▸ Exercise directions
The output is the lines below from the one with "import org.apertura.layout.gds.GdsReader;" through the one with "import org.apertura.layout.tests.TestData;", both included, printed exactly and with no other line.

++++++++++++++++++++

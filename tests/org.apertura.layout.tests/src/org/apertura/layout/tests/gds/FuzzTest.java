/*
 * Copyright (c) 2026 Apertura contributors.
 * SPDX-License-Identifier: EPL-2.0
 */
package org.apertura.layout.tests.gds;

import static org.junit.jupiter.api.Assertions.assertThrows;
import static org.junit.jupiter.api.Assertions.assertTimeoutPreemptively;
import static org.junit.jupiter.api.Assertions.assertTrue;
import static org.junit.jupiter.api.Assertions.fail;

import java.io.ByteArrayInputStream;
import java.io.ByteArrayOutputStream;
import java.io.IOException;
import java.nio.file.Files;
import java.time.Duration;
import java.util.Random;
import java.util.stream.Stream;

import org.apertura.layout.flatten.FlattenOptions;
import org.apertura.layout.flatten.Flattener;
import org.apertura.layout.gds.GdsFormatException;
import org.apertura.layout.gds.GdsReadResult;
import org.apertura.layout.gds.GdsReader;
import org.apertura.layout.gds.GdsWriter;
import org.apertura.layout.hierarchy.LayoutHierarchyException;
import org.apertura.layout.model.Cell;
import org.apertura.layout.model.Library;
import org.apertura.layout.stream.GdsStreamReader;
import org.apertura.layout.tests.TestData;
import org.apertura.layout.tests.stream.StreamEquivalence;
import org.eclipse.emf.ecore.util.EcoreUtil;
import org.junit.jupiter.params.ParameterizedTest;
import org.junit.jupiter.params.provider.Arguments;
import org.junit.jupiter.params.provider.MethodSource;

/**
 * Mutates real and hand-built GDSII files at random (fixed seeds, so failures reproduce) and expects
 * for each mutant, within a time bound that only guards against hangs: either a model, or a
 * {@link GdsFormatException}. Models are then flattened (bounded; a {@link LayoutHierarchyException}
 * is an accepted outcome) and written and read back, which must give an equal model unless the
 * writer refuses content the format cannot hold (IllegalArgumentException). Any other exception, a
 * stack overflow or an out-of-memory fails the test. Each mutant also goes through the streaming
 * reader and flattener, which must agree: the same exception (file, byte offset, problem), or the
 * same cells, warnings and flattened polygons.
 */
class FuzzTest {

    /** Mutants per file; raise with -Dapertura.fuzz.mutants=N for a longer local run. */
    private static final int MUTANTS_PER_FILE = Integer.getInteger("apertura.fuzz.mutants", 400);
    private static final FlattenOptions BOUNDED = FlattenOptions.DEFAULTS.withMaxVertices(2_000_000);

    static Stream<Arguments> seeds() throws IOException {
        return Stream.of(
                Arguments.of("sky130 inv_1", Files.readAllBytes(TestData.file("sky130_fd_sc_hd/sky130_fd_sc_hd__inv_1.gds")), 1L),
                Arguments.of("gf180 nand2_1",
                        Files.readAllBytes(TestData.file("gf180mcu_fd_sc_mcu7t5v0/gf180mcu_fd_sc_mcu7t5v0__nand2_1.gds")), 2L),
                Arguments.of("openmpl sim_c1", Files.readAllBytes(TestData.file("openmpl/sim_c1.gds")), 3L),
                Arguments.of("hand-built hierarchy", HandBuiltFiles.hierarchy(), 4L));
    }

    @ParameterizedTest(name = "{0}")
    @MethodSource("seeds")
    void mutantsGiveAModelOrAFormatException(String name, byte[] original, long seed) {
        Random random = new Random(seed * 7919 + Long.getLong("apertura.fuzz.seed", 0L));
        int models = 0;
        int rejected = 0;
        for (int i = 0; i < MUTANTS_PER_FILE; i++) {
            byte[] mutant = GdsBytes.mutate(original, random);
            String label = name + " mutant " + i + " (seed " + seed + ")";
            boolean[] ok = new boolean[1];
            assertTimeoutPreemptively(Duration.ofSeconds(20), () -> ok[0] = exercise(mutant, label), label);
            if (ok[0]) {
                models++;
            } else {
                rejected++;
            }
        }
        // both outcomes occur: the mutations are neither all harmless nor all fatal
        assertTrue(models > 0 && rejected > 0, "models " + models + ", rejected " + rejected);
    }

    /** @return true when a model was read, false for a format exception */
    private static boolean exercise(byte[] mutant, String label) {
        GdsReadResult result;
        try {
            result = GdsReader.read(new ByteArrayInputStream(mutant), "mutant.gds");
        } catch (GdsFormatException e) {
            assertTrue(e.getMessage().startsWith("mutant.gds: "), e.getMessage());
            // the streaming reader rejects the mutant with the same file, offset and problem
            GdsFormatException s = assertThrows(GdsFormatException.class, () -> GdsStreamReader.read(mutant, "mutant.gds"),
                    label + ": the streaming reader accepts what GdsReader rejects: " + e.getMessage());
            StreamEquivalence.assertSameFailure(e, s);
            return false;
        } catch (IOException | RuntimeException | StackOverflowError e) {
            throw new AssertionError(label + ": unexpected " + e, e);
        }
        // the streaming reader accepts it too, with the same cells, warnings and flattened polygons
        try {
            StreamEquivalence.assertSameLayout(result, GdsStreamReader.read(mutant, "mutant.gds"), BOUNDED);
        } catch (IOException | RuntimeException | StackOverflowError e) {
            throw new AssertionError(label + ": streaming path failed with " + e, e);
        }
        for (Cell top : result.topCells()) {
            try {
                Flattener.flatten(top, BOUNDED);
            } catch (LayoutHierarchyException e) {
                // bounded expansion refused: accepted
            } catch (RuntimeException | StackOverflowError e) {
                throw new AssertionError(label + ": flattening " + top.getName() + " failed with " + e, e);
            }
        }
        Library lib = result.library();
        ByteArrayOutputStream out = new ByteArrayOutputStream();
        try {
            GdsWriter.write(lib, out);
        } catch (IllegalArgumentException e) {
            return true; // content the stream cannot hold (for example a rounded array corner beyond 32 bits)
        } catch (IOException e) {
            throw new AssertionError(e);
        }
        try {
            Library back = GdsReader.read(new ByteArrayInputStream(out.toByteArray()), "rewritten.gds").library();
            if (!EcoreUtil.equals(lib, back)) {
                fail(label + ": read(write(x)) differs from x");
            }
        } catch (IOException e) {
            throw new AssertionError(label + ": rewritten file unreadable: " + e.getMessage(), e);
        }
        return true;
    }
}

++++++++++++++++++++

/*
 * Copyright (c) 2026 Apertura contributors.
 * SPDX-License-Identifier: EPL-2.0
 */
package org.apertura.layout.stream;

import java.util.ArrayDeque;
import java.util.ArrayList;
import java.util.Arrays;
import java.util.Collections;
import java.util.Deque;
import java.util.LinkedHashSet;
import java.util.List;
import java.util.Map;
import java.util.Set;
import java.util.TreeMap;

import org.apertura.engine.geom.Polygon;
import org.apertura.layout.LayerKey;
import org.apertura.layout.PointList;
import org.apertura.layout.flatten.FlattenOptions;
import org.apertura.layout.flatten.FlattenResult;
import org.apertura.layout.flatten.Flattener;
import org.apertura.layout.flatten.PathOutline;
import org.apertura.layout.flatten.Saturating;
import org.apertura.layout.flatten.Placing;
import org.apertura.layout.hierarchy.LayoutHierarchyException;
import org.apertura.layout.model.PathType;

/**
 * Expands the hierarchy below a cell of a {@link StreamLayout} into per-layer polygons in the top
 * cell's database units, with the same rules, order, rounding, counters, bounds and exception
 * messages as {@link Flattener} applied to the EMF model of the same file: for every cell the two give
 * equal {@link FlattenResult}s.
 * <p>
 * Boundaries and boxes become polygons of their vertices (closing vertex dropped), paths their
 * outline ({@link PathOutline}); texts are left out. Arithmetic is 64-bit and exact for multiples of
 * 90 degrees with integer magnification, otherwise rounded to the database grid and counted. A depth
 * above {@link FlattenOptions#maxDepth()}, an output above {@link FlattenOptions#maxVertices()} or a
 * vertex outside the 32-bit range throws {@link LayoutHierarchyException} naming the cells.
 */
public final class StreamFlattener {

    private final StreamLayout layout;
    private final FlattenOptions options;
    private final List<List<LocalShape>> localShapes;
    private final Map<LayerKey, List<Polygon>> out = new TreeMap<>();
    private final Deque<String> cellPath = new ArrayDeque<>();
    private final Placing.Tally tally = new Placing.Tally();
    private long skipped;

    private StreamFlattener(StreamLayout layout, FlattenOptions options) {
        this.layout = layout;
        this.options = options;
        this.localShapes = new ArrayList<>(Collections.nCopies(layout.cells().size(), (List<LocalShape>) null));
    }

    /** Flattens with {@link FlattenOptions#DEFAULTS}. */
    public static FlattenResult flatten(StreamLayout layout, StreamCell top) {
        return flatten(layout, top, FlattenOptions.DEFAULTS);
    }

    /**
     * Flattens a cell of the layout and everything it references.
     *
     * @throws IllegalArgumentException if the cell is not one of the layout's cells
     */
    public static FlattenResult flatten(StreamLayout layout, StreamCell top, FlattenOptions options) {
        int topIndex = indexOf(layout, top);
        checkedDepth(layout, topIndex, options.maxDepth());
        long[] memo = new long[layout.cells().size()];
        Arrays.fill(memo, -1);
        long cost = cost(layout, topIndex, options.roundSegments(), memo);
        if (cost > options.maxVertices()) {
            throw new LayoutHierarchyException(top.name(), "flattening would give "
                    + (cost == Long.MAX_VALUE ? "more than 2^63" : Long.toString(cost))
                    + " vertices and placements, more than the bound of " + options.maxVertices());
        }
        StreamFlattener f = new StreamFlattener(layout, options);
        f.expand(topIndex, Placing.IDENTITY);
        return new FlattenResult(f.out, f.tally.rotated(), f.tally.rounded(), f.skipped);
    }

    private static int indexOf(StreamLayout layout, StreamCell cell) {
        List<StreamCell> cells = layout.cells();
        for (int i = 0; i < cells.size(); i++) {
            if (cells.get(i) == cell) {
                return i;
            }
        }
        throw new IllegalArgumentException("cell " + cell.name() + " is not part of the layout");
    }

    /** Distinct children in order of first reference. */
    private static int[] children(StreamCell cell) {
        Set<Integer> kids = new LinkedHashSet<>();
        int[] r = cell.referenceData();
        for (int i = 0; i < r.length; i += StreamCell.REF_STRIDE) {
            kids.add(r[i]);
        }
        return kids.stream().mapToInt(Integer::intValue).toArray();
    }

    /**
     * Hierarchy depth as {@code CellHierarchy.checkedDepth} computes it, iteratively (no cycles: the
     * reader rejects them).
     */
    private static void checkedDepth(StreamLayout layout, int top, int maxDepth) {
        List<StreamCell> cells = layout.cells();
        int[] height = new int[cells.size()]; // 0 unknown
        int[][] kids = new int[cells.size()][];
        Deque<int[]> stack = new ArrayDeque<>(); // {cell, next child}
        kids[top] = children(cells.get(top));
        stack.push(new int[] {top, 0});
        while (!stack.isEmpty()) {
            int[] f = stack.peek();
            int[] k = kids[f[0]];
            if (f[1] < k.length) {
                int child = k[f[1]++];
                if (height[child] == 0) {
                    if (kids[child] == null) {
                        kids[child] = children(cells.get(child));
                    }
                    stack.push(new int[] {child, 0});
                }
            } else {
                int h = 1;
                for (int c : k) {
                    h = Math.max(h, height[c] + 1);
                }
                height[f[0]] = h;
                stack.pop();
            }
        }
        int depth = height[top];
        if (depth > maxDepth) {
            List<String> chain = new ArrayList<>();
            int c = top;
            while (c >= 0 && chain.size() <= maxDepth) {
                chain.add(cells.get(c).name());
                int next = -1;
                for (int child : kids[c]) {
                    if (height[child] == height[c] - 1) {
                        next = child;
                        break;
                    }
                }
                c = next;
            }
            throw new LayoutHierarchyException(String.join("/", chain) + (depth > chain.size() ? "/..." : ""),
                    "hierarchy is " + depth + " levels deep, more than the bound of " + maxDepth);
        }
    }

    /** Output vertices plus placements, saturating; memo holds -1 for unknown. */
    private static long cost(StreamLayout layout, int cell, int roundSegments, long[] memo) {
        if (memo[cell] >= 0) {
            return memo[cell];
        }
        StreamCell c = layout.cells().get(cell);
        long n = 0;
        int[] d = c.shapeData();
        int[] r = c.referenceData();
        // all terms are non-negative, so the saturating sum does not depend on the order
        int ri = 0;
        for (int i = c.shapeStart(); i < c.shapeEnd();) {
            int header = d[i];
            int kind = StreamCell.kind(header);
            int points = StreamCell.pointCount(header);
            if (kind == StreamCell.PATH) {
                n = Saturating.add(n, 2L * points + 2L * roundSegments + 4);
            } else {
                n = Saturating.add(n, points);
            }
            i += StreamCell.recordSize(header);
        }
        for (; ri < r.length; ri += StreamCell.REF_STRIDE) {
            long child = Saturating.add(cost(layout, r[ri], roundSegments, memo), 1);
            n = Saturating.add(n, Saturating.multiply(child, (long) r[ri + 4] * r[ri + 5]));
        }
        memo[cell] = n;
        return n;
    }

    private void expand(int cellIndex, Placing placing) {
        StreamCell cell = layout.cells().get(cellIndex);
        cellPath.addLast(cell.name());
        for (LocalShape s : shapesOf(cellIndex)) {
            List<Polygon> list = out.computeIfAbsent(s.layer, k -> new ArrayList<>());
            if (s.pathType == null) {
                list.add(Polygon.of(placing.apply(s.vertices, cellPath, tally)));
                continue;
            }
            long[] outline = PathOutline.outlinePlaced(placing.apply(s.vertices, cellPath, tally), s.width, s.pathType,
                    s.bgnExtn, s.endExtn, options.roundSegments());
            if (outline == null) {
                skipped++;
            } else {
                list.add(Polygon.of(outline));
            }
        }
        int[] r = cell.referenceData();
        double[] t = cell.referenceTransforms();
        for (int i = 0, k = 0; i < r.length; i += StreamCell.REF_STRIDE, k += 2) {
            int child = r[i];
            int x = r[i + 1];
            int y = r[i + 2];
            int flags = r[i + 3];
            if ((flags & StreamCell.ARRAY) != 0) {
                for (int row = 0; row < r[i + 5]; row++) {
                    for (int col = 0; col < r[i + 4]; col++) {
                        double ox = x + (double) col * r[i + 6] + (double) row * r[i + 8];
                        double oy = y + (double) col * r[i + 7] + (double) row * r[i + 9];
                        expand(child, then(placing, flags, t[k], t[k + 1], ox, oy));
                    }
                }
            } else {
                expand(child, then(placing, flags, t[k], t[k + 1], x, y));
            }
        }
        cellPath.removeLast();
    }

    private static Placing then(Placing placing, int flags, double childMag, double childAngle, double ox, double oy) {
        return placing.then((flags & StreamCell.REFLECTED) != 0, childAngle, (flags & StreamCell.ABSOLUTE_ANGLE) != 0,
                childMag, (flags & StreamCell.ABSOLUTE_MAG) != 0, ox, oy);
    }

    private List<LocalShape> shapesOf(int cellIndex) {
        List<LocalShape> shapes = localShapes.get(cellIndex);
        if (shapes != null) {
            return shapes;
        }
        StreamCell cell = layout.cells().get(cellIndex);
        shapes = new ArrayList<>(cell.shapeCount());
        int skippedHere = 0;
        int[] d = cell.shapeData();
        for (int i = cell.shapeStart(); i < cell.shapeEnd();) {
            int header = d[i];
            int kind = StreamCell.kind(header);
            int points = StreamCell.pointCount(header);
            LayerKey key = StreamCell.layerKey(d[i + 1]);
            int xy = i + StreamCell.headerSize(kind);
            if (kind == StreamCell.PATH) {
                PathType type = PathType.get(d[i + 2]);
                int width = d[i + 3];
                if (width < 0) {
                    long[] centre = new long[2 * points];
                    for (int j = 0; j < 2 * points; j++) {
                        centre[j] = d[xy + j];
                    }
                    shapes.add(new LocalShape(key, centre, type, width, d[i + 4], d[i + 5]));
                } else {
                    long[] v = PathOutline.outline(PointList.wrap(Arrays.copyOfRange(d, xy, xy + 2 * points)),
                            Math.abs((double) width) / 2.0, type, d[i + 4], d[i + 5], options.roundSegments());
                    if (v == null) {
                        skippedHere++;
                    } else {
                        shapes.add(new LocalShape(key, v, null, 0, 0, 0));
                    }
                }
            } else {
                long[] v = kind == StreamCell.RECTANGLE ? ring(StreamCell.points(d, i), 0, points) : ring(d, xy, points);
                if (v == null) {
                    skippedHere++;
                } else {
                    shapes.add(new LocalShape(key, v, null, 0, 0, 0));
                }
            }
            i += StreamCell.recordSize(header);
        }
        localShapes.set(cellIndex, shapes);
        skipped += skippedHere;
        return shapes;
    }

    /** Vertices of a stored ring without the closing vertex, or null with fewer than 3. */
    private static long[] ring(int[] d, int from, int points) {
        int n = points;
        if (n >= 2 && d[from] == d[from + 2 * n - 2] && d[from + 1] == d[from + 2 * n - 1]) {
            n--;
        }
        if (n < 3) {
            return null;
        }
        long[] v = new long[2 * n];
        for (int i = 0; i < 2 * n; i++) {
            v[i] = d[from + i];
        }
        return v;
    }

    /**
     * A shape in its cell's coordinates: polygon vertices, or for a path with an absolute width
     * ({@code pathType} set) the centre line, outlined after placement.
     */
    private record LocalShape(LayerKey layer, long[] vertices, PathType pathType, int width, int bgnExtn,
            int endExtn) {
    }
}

++++++++++++++++++++

▸ Exercise answer
import org.apertura.layout.gds.GdsReader;
import org.apertura.layout.gds.GdsWriter;
import org.apertura.layout.hierarchy.LayoutHierarchyException;
import org.apertura.layout.model.Cell;
import org.apertura.layout.model.Library;
import org.apertura.layout.stream.GdsStreamReader;
import org.apertura.layout.tests.TestData;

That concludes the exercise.